> [Required work]:
The answer must consist of every line below that contains the word "first".

Supplied data below:

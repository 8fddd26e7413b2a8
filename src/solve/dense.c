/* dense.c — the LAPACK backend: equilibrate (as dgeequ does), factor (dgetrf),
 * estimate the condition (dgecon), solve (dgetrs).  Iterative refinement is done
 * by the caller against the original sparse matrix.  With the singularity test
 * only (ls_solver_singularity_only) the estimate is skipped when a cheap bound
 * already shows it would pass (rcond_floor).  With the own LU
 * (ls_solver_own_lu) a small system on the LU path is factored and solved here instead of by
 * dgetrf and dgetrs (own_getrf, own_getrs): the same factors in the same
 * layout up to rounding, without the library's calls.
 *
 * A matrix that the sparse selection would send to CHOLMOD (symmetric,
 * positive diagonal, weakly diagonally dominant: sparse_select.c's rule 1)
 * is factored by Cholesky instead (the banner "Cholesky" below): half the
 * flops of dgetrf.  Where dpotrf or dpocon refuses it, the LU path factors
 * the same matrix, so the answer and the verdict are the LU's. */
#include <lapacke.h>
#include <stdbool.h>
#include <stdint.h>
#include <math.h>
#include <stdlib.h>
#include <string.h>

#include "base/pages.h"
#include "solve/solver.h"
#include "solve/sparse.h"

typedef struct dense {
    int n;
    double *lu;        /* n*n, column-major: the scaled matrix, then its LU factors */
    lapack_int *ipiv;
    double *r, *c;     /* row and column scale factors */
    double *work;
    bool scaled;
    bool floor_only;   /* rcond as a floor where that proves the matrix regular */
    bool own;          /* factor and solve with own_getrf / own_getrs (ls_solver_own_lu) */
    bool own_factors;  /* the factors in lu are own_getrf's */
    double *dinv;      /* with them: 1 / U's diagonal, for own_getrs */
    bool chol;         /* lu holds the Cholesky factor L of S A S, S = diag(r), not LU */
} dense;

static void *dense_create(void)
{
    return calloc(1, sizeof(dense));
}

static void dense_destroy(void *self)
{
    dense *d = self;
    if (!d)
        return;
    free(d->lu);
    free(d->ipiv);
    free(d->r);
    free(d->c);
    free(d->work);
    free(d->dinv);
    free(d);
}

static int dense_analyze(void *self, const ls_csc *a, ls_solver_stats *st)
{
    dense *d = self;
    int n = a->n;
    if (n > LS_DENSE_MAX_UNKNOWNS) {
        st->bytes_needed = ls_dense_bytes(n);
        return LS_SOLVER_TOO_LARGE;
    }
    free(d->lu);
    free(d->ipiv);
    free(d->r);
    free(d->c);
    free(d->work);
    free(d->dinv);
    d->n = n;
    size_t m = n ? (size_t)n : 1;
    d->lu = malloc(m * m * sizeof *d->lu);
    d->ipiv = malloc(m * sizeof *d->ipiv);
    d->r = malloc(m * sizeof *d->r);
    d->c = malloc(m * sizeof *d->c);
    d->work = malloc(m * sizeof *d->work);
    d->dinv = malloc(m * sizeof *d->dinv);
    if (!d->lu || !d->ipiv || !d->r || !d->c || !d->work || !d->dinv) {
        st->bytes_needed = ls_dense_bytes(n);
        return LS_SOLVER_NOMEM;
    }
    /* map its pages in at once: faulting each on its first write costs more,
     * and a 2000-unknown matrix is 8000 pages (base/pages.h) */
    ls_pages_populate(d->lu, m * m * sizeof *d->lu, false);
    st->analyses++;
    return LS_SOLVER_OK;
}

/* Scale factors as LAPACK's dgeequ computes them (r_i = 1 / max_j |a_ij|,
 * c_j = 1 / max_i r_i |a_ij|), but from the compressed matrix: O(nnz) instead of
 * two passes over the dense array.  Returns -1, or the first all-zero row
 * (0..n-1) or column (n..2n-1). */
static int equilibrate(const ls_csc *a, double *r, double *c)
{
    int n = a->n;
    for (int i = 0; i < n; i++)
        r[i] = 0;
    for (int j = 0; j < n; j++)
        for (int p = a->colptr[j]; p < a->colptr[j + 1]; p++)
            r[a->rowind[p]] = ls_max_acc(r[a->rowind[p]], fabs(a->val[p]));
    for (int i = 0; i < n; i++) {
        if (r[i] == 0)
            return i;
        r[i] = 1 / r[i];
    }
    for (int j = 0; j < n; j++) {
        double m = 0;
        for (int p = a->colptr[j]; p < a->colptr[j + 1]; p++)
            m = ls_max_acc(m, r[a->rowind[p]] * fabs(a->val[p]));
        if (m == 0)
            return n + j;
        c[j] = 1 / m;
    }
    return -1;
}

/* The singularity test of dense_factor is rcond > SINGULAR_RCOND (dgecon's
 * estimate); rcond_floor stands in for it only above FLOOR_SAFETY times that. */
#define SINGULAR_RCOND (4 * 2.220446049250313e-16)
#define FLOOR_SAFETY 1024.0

End of Supplied data.

> [Solved exercise]:
    /* map its pages in at once: faulting each on its first write costs more,
 * two passes over the dense array.  Returns -1, or the first all-zero row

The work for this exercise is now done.